Task to complete:
Please retype all of the data below, word for word.

======== Data shown

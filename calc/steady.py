"""Steady-state tagging: which samples may be averaged into a test-like steady window.

Two detectors, both returning a steady flag per sample and the steady windows with the mean
of every role over each window:

``method="ptc6"``
    Windowed fluctuation limits after ASME PTC 6-2004, Table 3-1: over a trailing window
    (default 30 min) every reading of each limited role stays within +/- its permissible
    fluctuation of the window average. A sample is steady when it lies inside at least one
    such window.
``method="r_statistic"``
    The ratio-of-variances statistic of Cao & Rhinehart (1995) on every quantity the ptc6
    method watches (load, throttle pressure and temperature, hot reheat temperature,
    condenser pressure): R near 1 when steady, large during a transient. A sample is steady
    when R is below the critical value for every variable. R assumes noise that is
    uncorrelated from sample to sample; on steady samples with AR(1) noise it reads
    transients falsely, measured on 20 000 one-minute samples of the five roles (default
    factors, R_critical 2): lag-1 correlation 0 -> about 1-2 % of samples, 0.3 -> about
    25 %, 0.5 -> about 75 %, 0.8 -> nearly all (``tests/calc/test_steady.py``;
    calc/DECISIONS.md). Historian data a minute apart are usually that correlated; the
    ptc6 method is the default for that reason.

For both, samples that failed screening (``ok=False``), samples with a criterion role missing
and samples with the unit offline (gross output below ``offline_mw``) are never steady.
Contiguous steady samples form windows; a window ends at a gap longer than ``max_gap``, at a
non-steady sample, and after ``max_length`` (long plateaus give several windows); windows
shorter than ``min_length`` are dropped, and with ptc6 so are windows whose own readings break
the limits about their own mean.

The thresholds are defaults a user can change; for a performance test, the test code decides
what a valid steady period is.

References
----------
.. [1] ASME PTC 6-2004, Steam Turbines, Performance Test Codes, Table 3-1 "Permissible
   deviations in test operating conditions" (with its 2006 erratum; read from a poor copy).
.. [2] S. Cao, R. R. Rhinehart, "An efficient method for on-line identification of steady
   state", Journal of Process Control 5(6) (1995) 363-374.
.. [3] S. Cao, R. R. Rhinehart, "Critical values for a steady-state identifier", Journal of
   Process Control 7(2) (1997) 149-152.
"""

from __future__ import annotations

import math
from collections.abc import Mapping, Sequence
from dataclasses import dataclass
from itertools import pairwise

import numpy as np
import pandas as pd
from scipy.signal import lfilter

from isentrope.calc import rolling

__all__ = [
    "SteadyResult",
    "tag_steady",
    "r_statistic",
    "PTC6_LIMITS",
    "LOAD_BAND",
    "R_CRITICAL",
    "R_ROLES",
    "DEFAULT_WINDOW",
    "DEFAULT_MAX_LENGTH",
]

#: Permissible fluctuation during a run, role -> (relative to the window mean [-], absolute
#: [internal unit]); the larger of the two applies. ASME PTC 6-2004 Table 3-1 (2006 erratum;
#: calc/REFERENCES.md, read from a poor copy):
#: throttle pressure +/-0.25 % of absolute or 34.5 kPa (5 psi), whichever larger;
#: throttle and reheat temperature +/-4 K (7 degF);
#: exhaust pressure +/-1.0 % of absolute or 0.14 kPa, whichever larger.
PTC6_LIMITS: Mapping[str, tuple[float, float]] = {
    "throttle_p": (0.0025, 0.0345),
    "throttle_t": (0.0, 4.0),
    "hot_reheat_t": (0.0, 4.0),
    "condenser_p": (0.01, 0.00014),
}
#: Permissible load fluctuation: +/-1 % of the rating (of the window mean load when no rating
#: is given). Common practice, no source.
LOAD_BAND = 0.01
#: Offline threshold when none is given: 5 % of the rating, or 1 MW without a rating
#: (common practice, no source: a unit below this is synchronising, tripped or off the grid).
OFFLINE_FRACTION_OF_RATING = 0.05
OFFLINE_MW = 1.0
#: Moving window of the PTC 6 method. PTC 6 runs last about 1 h after about 1 h of
#: stabilisation (common practice); 30 min is the project's default for trending.
DEFAULT_WINDOW = "30m"
#: Longest steady window; longer plateaus are cut into several (common practice: test runs
#: of about 1 h).
DEFAULT_MAX_LENGTH = "1h"
#: Shortest gap always tolerated inside a window; the default max_gap is the larger of this
#: and three sampling steps (common practice, no source).
MIN_MAX_GAP = "5m"
#: Critical value of R: a transient when R exceeds about 2 to 2.5 (Cao & Rhinehart 1995;
#: critical values tabulated in Cao & Rhinehart 1997; from memory).
R_CRITICAL = 2.0
#: Filter factors lambda1 (mean), lambda2 (variance about the filtered mean), lambda3
#: (variance of successive differences): Cao & Rhinehart (1995), recommended 0.2, 0.1, 0.1.
R_LAMBDAS = (0.2, 0.1, 0.1)
#: Variables the R statistic watches: every quantity the PTC 6 method watches (load and the
#: Table 3-1 roles of ``PTC6_LIMITS``).
R_ROLES = ("gross_output", "throttle_p", "throttle_t", "hot_reheat_t", "condenser_p")
LOAD_ROLE = "gross_output"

================

The answer:
filename calc/steady.py
"""Steady-state tagging: which samples may be averaged into a test-like steady window.

Two detectors, both returning a steady flag per sample and the steady windows with the mean
of every role over each window:

``method="ptc6"``
    Windowed fluctuation limits after ASME PTC 6-2004, Table 3-1: over a trailing window
    (default 30 min) every reading of each limited role stays within +/- its permissible
    fluctuation of the window average. A sample is steady when it lies inside at least one
    such window.
``method="r_statistic"``
    The ratio-of-variances statistic of Cao & Rhinehart (1995) on every quantity the ptc6
    method watches (load, throttle pressure and temperature, hot reheat temperature,
    condenser pressure): R near 1 when steady, large during a transient. A sample is steady
    when R is below the critical value for every variable. R assumes noise that is
    uncorrelated from sample to sample; on steady samples with AR(1) noise it reads
    transients falsely, measured on 20 000 one-minute samples of the five roles (default
    factors, R_critical 2): lag-1 correlation 0 -> about 1-2 % of samples, 0.3 -> about
    25 %, 0.5 -> about 75 %, 0.8 -> nearly all (``tests/calc/test_steady.py``;
    calc/DECISIONS.md). Historian data a minute apart are usually that correlated; the
    ptc6 method is the default for that reason.

For both, samples that failed screening (``ok=False``), samples with a criterion role missing
and samples with the unit offline (gross output below ``offline_mw``) are never steady.
Contiguous steady samples form windows; a window ends at a gap longer than ``max_gap``, at a
non-steady sample, and after ``max_length`` (long plateaus give several windows); windows
shorter than ``min_length`` are dropped, and with ptc6 so are windows whose own readings break
the limits about their own mean.

The thresholds are defaults a user can change; for a performance test, the test code decides
what a valid steady period is.

References
----------
.. [1] ASME PTC 6-2004, Steam Turbines, Performance Test Codes, Table 3-1 "Permissible
   deviations in test operating conditions" (with its 2006 erratum; read from a poor copy).
.. [2] S. Cao, R. R. Rhinehart, "An efficient method for on-line identification of steady
   state", Journal of Process Control 5(6) (1995) 363-374.
.. [3] S. Cao, R. R. Rhinehart, "Critical values for a steady-state identifier", Journal of
   Process Control 7(2) (1997) 149-152.
"""

from __future__ import annotations

import math
from collections.abc import Mapping, Sequence
from dataclasses import dataclass
from itertools import pairwise

import numpy as np
import pandas as pd
from scipy.signal import lfilter

from isentrope.calc import rolling

__all__ = [
    "SteadyResult",
    "tag_steady",
    "r_statistic",
    "PTC6_LIMITS",
    "LOAD_BAND",
    "R_CRITICAL",
    "R_ROLES",
    "DEFAULT_WINDOW",
    "DEFAULT_MAX_LENGTH",
]

#: Permissible fluctuation during a run, role -> (relative to the window mean [-], absolute
#: [internal unit]); the larger of the two applies. ASME PTC 6-2004 Table 3-1 (2006 erratum;
#: calc/REFERENCES.md, read from a poor copy):
#: throttle pressure +/-0.25 % of absolute or 34.5 kPa (5 psi), whichever larger;
#: throttle and reheat temperature +/-4 K (7 degF);
#: exhaust pressure +/-1.0 % of absolute or 0.14 kPa, whichever larger.
PTC6_LIMITS: Mapping[str, tuple[float, float]] = {
    "throttle_p": (0.0025, 0.0345),
    "throttle_t": (0.0, 4.0),
    "hot_reheat_t": (0.0, 4.0),
    "condenser_p": (0.01, 0.00014),
}
#: Permissible load fluctuation: +/-1 % of the rating (of the window mean load when no rating
#: is given). Common practice, no source.
LOAD_BAND = 0.01
#: Offline threshold when none is given: 5 % of the rating, or 1 MW without a rating
#: (common practice, no source: a unit below this is synchronising, tripped or off the grid).
OFFLINE_FRACTION_OF_RATING = 0.05
OFFLINE_MW = 1.0
#: Moving window of the PTC 6 method. PTC 6 runs last about 1 h after about 1 h of
#: stabilisation (common practice); 30 min is the project's default for trending.
DEFAULT_WINDOW = "30m"
#: Longest steady window; longer plateaus are cut into several (common practice: test runs
#: of about 1 h).
DEFAULT_MAX_LENGTH = "1h"
#: Shortest gap always tolerated inside a window; the default max_gap is the larger of this
#: and three sampling steps (common practice, no source).
MIN_MAX_GAP = "5m"
#: Critical value of R: a transient when R exceeds about 2 to 2.5 (Cao & Rhinehart 1995;
#: critical values tabulated in Cao & Rhinehart 1997; from memory).
R_CRITICAL = 2.0
#: Filter factors lambda1 (mean), lambda2 (variance about the filtered mean), lambda3
#: (variance of successive differences): Cao & Rhinehart (1995), recommended 0.2, 0.1, 0.1.
R_LAMBDAS = (0.2, 0.1, 0.1)
#: Variables the R statistic watches: every quantity the PTC 6 method watches (load and the
#: Table 3-1 roles of ``PTC6_LIMITS``).
R_ROLES = ("gross_output", "throttle_p", "throttle_t", "hot_reheat_t", "condenser_p")
LOAD_ROLE = "gross_output"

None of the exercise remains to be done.